Work required: From the material below, pull each line containing the string "node".

= = =

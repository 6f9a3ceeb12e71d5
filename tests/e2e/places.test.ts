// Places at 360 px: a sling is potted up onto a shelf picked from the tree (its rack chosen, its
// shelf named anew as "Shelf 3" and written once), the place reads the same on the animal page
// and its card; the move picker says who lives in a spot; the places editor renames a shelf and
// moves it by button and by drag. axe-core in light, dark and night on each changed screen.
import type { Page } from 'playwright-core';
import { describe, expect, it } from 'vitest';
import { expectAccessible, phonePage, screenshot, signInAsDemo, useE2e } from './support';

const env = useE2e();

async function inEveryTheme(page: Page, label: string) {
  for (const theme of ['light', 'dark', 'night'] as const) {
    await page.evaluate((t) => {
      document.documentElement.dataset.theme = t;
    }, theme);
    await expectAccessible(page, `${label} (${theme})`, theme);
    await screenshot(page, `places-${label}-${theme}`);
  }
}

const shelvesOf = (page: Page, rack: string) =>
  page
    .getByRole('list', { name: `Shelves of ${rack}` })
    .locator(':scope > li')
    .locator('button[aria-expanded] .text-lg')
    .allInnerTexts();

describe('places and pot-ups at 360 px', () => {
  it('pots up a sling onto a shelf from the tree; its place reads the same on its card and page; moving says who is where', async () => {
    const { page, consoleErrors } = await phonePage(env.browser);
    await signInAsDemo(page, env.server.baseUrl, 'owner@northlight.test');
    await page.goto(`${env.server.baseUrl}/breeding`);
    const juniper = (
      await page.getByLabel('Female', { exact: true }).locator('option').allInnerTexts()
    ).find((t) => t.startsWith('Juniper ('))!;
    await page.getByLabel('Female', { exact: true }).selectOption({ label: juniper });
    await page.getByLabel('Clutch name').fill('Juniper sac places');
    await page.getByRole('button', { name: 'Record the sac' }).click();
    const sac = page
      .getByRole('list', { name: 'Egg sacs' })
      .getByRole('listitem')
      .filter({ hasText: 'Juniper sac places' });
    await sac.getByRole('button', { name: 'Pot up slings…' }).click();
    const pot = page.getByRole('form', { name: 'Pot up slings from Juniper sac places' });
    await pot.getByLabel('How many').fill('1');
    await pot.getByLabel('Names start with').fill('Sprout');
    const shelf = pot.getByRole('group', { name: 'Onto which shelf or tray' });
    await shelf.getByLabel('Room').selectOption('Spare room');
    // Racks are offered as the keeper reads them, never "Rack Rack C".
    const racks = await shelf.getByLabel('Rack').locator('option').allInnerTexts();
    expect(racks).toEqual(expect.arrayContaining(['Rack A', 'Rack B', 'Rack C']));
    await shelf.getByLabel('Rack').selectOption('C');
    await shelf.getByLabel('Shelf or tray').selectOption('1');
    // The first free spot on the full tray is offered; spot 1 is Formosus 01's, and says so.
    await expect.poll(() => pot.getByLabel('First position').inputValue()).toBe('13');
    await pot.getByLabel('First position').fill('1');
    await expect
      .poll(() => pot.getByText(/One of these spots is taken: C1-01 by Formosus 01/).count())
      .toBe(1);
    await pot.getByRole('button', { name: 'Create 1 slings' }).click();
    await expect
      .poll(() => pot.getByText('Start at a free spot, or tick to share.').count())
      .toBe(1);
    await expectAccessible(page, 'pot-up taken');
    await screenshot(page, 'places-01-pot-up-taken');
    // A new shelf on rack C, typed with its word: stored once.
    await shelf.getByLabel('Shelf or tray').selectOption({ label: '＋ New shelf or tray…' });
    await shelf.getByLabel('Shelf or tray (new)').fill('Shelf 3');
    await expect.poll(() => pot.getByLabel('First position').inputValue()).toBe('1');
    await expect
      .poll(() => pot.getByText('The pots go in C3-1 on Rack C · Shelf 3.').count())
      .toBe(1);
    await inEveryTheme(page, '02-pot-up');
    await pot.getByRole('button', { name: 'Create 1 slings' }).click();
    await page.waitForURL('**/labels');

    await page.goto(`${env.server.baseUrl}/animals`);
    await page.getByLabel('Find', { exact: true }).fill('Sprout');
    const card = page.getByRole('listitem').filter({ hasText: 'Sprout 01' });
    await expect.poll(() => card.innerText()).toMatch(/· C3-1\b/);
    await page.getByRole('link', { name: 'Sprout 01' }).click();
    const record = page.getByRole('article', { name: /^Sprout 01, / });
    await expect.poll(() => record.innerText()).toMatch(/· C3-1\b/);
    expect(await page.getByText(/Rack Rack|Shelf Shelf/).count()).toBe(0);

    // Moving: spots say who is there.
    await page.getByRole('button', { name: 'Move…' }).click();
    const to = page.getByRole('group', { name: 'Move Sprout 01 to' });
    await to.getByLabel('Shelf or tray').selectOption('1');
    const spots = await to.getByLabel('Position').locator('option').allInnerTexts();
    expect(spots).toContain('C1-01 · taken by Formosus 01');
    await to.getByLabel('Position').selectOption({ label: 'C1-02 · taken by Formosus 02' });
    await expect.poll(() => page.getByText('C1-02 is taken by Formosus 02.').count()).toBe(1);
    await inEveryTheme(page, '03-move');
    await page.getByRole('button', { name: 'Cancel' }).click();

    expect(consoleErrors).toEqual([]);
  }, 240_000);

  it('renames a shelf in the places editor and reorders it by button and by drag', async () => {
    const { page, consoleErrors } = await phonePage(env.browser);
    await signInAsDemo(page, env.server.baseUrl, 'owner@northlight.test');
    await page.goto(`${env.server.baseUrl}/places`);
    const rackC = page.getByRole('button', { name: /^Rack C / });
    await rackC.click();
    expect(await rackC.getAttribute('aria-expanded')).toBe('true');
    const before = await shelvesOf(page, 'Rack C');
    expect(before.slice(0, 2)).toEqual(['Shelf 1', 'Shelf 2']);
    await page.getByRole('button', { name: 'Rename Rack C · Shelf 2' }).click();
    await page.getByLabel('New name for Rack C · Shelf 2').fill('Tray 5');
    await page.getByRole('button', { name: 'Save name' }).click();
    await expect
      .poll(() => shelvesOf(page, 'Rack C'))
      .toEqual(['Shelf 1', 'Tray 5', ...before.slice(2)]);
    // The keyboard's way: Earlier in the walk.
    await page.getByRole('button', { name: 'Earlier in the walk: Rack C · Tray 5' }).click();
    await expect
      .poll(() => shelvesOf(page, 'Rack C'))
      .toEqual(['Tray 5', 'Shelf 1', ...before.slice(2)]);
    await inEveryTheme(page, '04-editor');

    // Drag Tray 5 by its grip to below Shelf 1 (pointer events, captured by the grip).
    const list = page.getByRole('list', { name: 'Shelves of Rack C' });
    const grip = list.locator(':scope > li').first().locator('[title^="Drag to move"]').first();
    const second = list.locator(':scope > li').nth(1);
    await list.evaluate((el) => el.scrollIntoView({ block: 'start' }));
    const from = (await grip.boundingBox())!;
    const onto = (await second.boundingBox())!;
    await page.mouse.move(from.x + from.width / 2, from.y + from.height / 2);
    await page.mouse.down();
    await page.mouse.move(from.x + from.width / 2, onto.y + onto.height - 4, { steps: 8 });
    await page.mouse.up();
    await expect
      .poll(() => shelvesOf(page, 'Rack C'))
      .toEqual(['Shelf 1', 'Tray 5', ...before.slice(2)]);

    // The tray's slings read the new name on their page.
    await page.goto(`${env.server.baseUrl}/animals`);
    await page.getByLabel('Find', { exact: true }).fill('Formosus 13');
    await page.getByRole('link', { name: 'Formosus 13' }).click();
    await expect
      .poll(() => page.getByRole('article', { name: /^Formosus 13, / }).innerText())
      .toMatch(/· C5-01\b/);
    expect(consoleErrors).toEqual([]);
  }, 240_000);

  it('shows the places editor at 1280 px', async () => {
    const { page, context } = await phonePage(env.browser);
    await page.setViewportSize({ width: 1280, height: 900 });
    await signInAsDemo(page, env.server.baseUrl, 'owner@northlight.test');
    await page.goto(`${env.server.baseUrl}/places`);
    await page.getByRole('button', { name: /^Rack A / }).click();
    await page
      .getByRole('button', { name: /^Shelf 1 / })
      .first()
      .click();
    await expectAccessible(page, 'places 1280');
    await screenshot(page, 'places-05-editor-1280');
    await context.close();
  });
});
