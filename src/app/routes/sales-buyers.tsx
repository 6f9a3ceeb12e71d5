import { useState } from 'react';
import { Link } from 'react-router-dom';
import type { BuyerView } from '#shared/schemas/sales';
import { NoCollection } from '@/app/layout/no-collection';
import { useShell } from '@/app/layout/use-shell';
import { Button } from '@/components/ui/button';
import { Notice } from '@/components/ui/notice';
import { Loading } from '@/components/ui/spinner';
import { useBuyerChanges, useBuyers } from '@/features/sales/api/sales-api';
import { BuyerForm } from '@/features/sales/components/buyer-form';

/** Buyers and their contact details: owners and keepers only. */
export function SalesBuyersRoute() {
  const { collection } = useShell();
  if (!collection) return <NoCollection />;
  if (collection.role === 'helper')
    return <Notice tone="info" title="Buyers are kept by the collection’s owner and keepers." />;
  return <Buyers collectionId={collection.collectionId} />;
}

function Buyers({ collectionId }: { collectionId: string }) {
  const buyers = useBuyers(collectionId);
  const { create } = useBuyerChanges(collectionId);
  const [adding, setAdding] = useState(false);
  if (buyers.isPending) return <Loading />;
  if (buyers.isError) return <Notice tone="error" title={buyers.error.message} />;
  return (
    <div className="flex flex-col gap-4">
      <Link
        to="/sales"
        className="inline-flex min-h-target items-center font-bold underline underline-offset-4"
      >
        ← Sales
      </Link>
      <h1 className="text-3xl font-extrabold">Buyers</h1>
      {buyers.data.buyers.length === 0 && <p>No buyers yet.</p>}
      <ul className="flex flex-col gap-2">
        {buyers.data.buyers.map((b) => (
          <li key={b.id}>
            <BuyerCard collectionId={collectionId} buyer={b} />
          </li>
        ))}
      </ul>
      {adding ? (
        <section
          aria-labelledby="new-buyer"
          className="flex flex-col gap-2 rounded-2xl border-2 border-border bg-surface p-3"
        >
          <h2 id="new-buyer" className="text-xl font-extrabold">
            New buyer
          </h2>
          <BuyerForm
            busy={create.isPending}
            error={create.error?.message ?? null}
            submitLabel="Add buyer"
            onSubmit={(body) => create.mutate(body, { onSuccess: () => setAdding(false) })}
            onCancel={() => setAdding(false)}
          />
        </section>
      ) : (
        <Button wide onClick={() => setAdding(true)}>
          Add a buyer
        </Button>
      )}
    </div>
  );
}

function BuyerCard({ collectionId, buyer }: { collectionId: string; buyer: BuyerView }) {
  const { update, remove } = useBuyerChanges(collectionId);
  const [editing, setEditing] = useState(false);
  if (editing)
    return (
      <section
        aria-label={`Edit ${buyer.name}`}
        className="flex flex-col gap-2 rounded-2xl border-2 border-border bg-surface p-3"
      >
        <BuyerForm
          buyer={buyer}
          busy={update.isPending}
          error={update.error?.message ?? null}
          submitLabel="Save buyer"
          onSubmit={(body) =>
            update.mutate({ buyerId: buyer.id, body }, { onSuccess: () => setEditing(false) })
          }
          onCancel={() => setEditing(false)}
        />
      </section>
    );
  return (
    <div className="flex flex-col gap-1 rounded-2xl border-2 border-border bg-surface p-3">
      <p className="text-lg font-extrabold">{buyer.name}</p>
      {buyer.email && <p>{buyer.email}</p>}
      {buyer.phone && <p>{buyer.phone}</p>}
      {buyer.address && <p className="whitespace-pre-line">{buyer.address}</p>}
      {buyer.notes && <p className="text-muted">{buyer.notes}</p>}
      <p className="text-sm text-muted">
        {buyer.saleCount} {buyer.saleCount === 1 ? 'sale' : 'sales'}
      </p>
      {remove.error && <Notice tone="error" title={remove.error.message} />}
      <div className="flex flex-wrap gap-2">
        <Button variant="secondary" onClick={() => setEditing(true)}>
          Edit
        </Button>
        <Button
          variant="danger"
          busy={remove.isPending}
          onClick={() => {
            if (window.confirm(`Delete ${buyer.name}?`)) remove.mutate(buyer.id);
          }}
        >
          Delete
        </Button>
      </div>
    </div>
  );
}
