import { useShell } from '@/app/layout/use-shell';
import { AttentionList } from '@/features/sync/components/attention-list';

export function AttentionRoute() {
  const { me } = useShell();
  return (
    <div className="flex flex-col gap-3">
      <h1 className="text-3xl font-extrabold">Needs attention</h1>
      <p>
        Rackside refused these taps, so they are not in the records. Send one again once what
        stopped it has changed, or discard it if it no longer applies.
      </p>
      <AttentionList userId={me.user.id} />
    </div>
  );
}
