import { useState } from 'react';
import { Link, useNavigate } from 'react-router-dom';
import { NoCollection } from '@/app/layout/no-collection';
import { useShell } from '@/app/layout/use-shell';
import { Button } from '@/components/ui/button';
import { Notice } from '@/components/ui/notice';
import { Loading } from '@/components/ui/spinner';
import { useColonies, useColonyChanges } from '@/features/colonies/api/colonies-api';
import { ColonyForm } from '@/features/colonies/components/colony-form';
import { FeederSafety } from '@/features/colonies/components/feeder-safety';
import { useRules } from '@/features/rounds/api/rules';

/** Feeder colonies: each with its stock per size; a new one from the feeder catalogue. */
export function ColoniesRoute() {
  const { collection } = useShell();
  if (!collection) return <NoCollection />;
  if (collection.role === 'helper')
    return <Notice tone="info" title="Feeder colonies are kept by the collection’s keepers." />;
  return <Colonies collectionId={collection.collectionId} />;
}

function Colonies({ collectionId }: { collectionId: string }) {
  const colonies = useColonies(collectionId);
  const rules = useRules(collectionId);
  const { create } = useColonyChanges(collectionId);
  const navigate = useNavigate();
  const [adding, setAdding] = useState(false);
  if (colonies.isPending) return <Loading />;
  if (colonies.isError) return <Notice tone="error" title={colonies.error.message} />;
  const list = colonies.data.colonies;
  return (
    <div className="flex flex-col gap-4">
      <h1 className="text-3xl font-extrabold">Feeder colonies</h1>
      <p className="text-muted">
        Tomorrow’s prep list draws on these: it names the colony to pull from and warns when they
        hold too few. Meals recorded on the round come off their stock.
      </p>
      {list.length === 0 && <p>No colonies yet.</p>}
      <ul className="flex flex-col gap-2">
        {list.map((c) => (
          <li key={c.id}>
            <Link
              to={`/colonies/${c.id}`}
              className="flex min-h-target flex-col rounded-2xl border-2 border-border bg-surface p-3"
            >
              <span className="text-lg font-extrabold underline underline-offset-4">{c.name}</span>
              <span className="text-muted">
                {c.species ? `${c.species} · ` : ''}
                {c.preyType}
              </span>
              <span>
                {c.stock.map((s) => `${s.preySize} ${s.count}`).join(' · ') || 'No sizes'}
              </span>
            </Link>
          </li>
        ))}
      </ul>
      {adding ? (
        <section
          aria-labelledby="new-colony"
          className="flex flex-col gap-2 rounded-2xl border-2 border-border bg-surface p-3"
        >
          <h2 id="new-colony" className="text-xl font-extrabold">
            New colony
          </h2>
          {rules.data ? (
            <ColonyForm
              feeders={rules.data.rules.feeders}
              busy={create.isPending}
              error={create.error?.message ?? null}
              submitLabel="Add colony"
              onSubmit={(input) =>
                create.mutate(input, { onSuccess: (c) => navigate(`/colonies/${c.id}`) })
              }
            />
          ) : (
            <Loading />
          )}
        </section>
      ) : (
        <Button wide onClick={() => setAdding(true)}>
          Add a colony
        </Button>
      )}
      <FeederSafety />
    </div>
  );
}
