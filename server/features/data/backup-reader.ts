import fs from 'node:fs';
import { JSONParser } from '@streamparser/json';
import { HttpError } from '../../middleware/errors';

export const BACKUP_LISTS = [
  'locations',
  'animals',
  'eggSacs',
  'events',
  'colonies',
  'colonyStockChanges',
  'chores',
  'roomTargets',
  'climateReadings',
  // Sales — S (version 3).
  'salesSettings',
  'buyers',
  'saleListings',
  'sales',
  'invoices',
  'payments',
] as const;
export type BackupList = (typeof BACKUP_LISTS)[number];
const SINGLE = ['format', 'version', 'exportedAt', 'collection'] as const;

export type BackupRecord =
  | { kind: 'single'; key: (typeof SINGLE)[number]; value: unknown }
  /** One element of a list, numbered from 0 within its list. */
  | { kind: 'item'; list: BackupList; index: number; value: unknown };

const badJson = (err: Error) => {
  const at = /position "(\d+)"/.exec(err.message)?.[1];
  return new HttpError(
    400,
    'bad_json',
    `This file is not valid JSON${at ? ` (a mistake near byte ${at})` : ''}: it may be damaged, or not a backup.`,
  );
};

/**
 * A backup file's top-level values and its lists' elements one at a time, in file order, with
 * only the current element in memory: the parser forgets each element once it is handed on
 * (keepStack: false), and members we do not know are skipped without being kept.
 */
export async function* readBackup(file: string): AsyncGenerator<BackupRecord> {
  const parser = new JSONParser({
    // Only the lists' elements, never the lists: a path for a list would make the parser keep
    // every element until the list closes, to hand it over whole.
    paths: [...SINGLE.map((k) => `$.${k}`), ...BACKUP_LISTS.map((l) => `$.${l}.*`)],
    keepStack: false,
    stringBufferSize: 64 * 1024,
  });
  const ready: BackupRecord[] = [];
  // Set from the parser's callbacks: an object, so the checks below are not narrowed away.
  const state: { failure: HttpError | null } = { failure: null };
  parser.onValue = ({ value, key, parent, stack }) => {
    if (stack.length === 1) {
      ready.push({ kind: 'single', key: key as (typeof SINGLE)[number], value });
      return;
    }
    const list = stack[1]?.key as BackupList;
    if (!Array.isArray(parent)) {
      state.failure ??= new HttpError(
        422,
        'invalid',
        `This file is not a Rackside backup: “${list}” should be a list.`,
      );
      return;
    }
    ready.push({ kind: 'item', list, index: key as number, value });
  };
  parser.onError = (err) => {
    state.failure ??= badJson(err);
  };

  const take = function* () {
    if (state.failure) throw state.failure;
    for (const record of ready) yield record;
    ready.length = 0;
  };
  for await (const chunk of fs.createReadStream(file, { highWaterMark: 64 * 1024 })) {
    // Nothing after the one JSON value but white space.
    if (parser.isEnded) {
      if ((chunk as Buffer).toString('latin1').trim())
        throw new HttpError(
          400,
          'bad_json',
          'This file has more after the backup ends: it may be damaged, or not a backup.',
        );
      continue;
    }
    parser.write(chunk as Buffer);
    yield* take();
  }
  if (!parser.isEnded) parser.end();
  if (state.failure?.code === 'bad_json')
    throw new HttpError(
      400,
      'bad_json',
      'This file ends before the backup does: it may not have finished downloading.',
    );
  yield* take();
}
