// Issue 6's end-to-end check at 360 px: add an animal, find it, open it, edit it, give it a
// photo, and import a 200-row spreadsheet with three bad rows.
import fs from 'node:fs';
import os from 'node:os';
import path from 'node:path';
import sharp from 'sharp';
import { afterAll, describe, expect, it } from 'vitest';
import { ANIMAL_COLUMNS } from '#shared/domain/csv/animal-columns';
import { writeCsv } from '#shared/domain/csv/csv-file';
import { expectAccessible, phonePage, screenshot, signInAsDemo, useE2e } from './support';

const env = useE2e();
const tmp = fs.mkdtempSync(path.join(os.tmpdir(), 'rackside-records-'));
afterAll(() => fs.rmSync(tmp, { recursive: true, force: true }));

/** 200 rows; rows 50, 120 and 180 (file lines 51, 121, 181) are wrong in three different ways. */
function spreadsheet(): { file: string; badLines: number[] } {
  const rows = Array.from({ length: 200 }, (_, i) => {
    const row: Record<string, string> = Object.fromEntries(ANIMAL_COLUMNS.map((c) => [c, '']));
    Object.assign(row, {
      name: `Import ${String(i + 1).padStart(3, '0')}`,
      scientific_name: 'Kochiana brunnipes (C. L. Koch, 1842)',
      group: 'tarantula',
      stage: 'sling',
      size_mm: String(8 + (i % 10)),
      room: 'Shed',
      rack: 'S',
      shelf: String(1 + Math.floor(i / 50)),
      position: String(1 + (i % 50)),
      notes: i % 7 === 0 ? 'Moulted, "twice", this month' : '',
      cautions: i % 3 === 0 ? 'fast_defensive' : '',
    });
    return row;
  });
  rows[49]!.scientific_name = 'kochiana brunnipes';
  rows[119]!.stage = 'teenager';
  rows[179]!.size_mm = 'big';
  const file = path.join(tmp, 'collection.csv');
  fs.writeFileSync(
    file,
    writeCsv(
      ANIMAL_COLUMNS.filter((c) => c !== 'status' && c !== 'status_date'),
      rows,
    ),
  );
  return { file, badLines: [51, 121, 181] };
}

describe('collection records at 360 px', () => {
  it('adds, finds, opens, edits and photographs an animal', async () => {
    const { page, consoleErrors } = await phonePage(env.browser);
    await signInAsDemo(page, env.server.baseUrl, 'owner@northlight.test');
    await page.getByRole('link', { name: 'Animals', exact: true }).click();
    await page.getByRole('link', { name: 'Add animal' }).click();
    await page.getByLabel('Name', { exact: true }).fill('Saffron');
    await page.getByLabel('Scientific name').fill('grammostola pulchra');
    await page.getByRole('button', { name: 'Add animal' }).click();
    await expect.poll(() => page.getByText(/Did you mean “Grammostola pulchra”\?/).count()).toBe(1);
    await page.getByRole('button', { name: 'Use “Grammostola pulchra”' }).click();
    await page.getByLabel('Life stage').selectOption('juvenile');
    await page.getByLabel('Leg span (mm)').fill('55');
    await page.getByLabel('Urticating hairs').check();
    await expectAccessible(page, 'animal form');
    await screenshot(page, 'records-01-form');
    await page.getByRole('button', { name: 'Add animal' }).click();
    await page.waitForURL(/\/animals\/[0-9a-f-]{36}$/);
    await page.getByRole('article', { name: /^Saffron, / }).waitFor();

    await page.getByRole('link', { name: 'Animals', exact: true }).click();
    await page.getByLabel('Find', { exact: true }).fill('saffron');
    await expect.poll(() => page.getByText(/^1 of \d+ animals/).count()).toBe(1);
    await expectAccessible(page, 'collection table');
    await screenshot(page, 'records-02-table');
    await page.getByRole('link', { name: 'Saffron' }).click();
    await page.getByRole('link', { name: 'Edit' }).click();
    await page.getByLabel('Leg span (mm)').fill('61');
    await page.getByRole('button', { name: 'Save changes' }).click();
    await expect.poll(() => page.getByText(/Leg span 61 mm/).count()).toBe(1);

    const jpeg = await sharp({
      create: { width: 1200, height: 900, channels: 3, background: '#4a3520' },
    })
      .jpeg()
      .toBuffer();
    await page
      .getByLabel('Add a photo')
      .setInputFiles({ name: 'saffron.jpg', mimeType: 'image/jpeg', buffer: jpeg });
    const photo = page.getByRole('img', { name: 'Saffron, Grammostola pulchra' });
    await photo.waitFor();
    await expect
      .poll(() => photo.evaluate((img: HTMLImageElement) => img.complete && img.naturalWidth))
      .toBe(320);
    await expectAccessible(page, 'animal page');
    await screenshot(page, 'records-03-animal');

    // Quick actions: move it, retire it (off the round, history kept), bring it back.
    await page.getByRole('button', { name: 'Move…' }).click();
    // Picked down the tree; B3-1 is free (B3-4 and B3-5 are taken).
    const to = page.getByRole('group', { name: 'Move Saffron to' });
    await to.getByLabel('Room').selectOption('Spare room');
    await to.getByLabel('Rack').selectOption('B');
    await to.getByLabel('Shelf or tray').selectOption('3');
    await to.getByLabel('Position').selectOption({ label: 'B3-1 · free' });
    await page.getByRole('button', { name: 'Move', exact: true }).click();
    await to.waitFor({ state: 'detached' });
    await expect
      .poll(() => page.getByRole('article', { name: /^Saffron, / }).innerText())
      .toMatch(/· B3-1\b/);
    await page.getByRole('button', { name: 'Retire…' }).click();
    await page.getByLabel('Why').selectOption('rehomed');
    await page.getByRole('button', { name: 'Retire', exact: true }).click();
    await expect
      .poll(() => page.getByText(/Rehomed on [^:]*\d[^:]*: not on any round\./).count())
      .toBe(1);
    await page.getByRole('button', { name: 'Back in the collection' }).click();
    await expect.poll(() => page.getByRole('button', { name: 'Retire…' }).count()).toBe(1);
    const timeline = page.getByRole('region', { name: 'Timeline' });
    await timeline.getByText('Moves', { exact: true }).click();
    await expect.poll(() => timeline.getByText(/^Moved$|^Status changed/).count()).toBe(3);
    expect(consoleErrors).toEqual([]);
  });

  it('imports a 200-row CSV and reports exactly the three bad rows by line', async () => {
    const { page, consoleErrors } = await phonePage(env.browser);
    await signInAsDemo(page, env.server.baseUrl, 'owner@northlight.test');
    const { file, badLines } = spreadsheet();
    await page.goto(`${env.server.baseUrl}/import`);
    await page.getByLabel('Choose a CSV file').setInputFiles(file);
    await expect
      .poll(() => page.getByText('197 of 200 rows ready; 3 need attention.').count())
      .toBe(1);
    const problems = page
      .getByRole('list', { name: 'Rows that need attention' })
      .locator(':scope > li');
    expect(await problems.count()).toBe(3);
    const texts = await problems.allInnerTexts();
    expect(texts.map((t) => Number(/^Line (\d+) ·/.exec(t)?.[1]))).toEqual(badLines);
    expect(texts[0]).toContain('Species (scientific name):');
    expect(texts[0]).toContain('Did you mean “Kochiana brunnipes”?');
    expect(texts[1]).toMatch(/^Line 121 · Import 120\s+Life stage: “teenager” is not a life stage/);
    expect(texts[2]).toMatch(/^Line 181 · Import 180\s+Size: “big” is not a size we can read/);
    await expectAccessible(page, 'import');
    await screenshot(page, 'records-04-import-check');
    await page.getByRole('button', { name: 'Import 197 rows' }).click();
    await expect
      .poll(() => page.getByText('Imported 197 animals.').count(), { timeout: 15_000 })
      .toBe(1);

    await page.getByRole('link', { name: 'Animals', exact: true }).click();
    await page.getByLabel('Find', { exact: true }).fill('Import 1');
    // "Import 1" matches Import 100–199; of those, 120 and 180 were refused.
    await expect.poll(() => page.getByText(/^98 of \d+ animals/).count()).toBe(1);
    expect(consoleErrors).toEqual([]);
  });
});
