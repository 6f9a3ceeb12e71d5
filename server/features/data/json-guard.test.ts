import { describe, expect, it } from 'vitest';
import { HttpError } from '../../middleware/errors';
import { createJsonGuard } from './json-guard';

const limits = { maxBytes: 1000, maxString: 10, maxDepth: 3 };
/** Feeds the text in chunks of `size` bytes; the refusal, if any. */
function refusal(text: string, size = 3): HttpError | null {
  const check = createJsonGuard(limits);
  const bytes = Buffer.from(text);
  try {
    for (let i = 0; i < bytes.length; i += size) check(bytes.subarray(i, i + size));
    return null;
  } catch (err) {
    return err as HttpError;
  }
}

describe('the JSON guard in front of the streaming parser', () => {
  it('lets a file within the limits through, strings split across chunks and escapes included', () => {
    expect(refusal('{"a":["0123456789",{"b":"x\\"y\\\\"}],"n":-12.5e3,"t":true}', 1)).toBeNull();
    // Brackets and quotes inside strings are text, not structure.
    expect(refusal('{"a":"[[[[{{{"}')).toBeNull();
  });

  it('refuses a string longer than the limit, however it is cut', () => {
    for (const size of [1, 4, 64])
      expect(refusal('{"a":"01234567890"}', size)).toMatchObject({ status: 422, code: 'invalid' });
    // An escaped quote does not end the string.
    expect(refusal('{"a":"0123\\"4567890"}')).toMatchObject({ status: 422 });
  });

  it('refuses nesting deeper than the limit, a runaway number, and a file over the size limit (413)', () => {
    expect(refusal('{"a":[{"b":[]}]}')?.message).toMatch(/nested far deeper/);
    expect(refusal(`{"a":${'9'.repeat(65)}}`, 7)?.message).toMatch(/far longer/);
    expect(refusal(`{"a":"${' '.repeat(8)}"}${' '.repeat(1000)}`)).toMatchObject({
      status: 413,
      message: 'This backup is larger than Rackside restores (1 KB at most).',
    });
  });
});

= = =

Task response:
import fs from 'node:fs';
import fs from 'node:fs';
import os from 'node:os';
import path from 'node:path';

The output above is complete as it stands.